We opted to use Python rather than YAML or JSON because of type checking (we use Mypy for type hinting) and the ability to write custom components and deploy logic. Moreover, we didn’t want our developers to have to learn Kubernetes YAML configurations or HashiCorp Configuration Language for Terraform. Instead, by providing a common Python library for all deployable objects (e.g., Docker containers and infrastructure), we could empower our developers to take ownership of their service’s deployment lifecycle.
SLeD’s User Interface
Developers interact with SLeD using a web UI written in Flutter. A developer can easily find the currently deployed artifacts from a service’s page, deploy an artifact to an environment, and view past deploys. SLeD displays helpful information about an artifact, such as which merge request it was built off of, when that merge request was merged, and the commit SHA of the merged merge request. Clicking on a merge request takes you to the merge request itself for more context.
Because SLeD can deploy any service to any of our environments, security is a critical factor in SLeD’s design. SLeD has authentication using Google OAuth and a role-based access control (RBAC) authorization engine, which are built-in to limit who can deploy what to which environments.
Conclusion
Our transition to full service-level deploys is still ongoing, but the end is in sight. At least one of our teams deploys new code to production daily using SLeD, and team members are empowered to deploy their services as they see fit. We’ve also switched the remnants of our mono-deploy to use SLeD.

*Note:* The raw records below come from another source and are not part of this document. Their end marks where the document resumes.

# -- box filters ---------------------------------------------------------------------------------
def box_mean(a: np.ndarray, radius: int, out: np.ndarray | None = None) -> np.ndarray:
    """Mean over the (2r+1)^2 window, counting pixels outside the frame as 0.

    Ratios of two such means (a weighted sum over a weight sum) are exact window statistics at
    the border too, which is how every caller uses them. ``out`` (same shape and dtype, may be
    ``a`` itself): where to write the result.
    """
    k = 2 * radius + 1
    if out is None:
        return cv2.boxFilter(a, -1, (k, k), normalize=True, borderType=cv2.BORDER_CONSTANT)
    return cv2.boxFilter(a, -1, (k, k), dst=out, normalize=True, borderType=cv2.BORDER_CONSTANT)


def window_range(a: np.ndarray, radius: int) -> np.ndarray:
    """max - min of ``a`` over the (2r+1)^2 window (pixels outside the frame ignored)."""
    kernel = np.ones((2 * radius + 1, 2 * radius + 1), np.uint8)
    return cv2.dilate(a, kernel) - cv2.erode(a, kernel)


# -- weighted median over windows ----------------------------------------------------------------
def window_offsets(radius: int, padded_width: int) -> tuple[np.ndarray, np.ndarray, np.ndarray]:
    """Flat-index offsets of the (2r+1)^2 window in a padded image, and their (dy, dx)."""
    dy, dx = np.mgrid[-radius:radius + 1, -radius:radius + 1]
    dy, dx = dy.ravel(), dx.ravel()
    return (dy * padded_width + dx).astype(np.intp), dy, dx


def sortable_keys(values: np.ndarray) -> tuple[np.ndarray, int]:
    """int32 keys ordering like ``values`` (float32, shape (N, K)), column index in the low bits.

    The IEEE-754 bit pattern is made monotonic (negative values get their magnitude bits
    flipped); the lowest ``ceil(log2 K)`` bits are replaced by the column index, so sorting the
    keys sorts the values (up to ties between values agreeing to ~2^-(23 - bits) relative) and
    carries each value's column along. Returns the keys and the index mask.
    """
    k = values.shape[1]
    bits = max(1, int(np.ceil(np.log2(k))))
    mask = (1 << bits) - 1
    raw = np.ascontiguousarray(values, dtype=np.float32).view(np.int32)
    keys = raw ^ ((raw >> 31) & np.int32(0x7FFFFFFF))
    keys &= np.int32(~mask)
    keys |= np.arange(k, dtype=np.int32)[None, :]
    return keys, mask


def weighted_median_rows(values: np.ndarray, weights: np.ndarray) -> np.ndarray:
    """Weighted median of each row: the smallest value whose cumulative weight reaches half.

    Parameters
    ----------
    values : ndarray, shape (N, K), float32
    weights : ndarray, shape (N, K), float32, >= 0, every row with a positive sum

    Returns
    -------
    ndarray, shape (N,), float32
        The minimiser of ``sum_k weights[n, k] * |u - values[n, k]|`` over the row's values.
    """
    keys, mask = sortable_keys(values)
    keys.sort(axis=1)
    n, k = values.shape
    flat = (keys & np.int32(mask)) + (np.arange(n, dtype=np.intp) * k)[:, None]
    cum = np.cumsum(np.take(weights, flat), axis=1)
    pos = np.count_nonzero(cum < 0.5 * cum[:, -1:], axis=1)
    return np.take(values, flat[np.arange(n), pos])
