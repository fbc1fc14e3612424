"""Continuous subpixel refinement: the same posterior energy, linearised and solved by IRLS.

At each warp the matching features of ``second`` are sampled at ``x + f`` and linearised in the
increment ``df`` (Horn & Schunck 1981; warping as in Brox, Bruhn, Papenberg & Weickert, ECCV
2004). The robust data penalty ``sum_c sqrt(r_c**2 + eps_d**2)`` and the Charbonnier prior are
replaced by iteratively reweighted quadratics, and the resulting sparse linear system is swept
with red-black successive over-relaxation (SOR), every pixel solving its 2 x 2 block exactly.
"""

from __future__ import annotations

import cv2
import numpy as np

from ._grid import outside, warp_chunks
from ._icm import checkerboard
from ._prior import irls_weights, neighbour_sum, neighbour_weights


def refine(f1, f1x, f1y, f2, f2x, f2y, xs, ys, wx, wy, u, v, *, lam: float, eps_d: float,
           eps_s: float, warps: int, iters: int, reweight: int, omega: float,
           median: int, data_weight: np.ndarray | None = None,
           channels: int | None = None) -> tuple[np.ndarray, np.ndarray]:
    """Refine the field ``(u, v)`` at one level.

    Parameters
    ----------
    f1, f2 : tuple of ndarray, shape (H, W, 4), float32
        Matching features of ``first`` and ``second`` in pieces of four channels
        (``_grid.chunks4``; padding channels are zero).
    f1x, f1y, f2x, f2y : tuple of ndarray, shape (H, W, 4), float32
        Their x and y derivatives, in the same pieces.
    xs, ys : ndarray, shape (H, W)
        Pixel grid.
    wx, wy : ndarray
        Edge-aware prior weights (``_pyramid.Level``).
    u, v : ndarray, shape (H, W), float32
        Starting field.
    lam : float
        Prior weight (lambda).
    eps_d, eps_s : float
        Charbonnier constants of the data and prior penalties.
    warps, iters, reweight : int
        Outer warps; SOR sweeps per warp; sweeps between IRLS re-weightings.
    omega : float
        Over-relaxation factor (1 = Gauss-Seidel).
    median : int
        Side (3 or 5) of a median filter applied to the field after each warp (0 or 1 for
        none; Sun, Roth & Black 2010 find it removes outliers of the linearisation).
    data_weight : ndarray, shape (H, W), optional
        Per-pixel weight of the data term (0 at occluded pixels: the prior fills them).
    channels : int, optional
        How many feature channels are real (the rest of the last piece is padding); all when
        omitted.

    Returns
    -------
    u, v : ndarray, shape (H, W), float32
    """
    h, w = u.shape
    masks = checkerboard(h, w)
    eps2 = np.float32(eps_d * eps_d)
    om = np.float32(omega)
    for _ in range(warps):
        mx = xs + u
        my = ys + v
        valid = 1.0 - outside(mx, my, h, w)
        if data_weight is not None:
            valid = valid * data_weight
        iz = _planes([a - b for a, b in zip(warp_chunks(f2, mx, my), f1)], channels)
        ix = _planes([0.5 * (a + b) for a, b in zip(warp_chunks(f2x, mx, my), f1x)], channels)
        iy = _planes([0.5 * (a + b) for a, b in zip(warp_chunks(f2y, mx, my), f1y)], channels)
        du = np.zeros((h, w), np.float32)
        dv = np.zeros((h, w), np.float32)
        for it in range(iters):
            if it % reweight == 0:
                a11 = np.zeros((h, w), np.float32)
                a12 = np.zeros((h, w), np.float32)
                a22 = np.zeros((h, w), np.float32)
                b1 = np.zeros((h, w), np.float32)
                b2 = np.zeros((h, w), np.float32)
                for cz, cx, cy in zip(iz, ix, iy):
                    r = cz + cx * du + cy * dv
                    wd = valid / np.sqrt(r * r + eps2)
                    wx_ = wd * cx
                    wy_ = wd * cy
                    a11 += wx_ * cx
                    a12 += wx_ * cy
                    a22 += wy_ * cy
                    b1 += wx_ * cz
                    b2 += wy_ * cz
                sx, sy, stot = irls_weights(u + du, v + dv, wx, wy, lam, eps_s)
                planes = neighbour_weights(sx, sy)
                m11 = a11 + stot + np.float32(1e-9)
                m22 = a22 + stot + np.float32(1e-9)
                inv_det = 1.0 / (m11 * m22 - a12 * a12)
                # Right-hand side parts that do not change within the sweeps.
                c1 = -b1 - stot * u
                c2 = -b2 - stot * v
            for m in masks:
                r1 = c1 + neighbour_sum(u + du, planes)
                r2 = c2 + neighbour_sum(v + dv, planes)
                nu = (m22 * r1 - a12 * r2) * inv_det
                nv = (m11 * r2 - a12 * r1) * inv_det
                mo = m * om
                du += mo * (nu - du)
                dv += mo * (nv - dv)
        u = u + du
        v = v + dv
        if median > 1 and min(h, w) >= median:
            u = cv2.medianBlur(u, median)
            v = cv2.medianBlur(v, median)
    return u, v


def _planes(chunks: list[np.ndarray], channels: int | None) -> list[np.ndarray]:
    """The (H, W) planes of four-channel pieces, without the padding beyond ``channels``."""
    planes = [p for c in chunks for p in cv2.split(c)]
    return planes if channels is None else planes[:channels]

Importantly, as teams and services decouple themselves from the mono-deploy, the infrastructure team is no longer in the critical path for service deploys. This has enabled faster development cycles for service owners, which we believe improves overall service quality. To date, SLeD has completed over 100,000 deployments to our various environments in the couple of months it’s been operational. Ninety-five percent of these deployments have succeeded in under 15 seconds, giving us the power to deploy and roll back changes nearly instantly.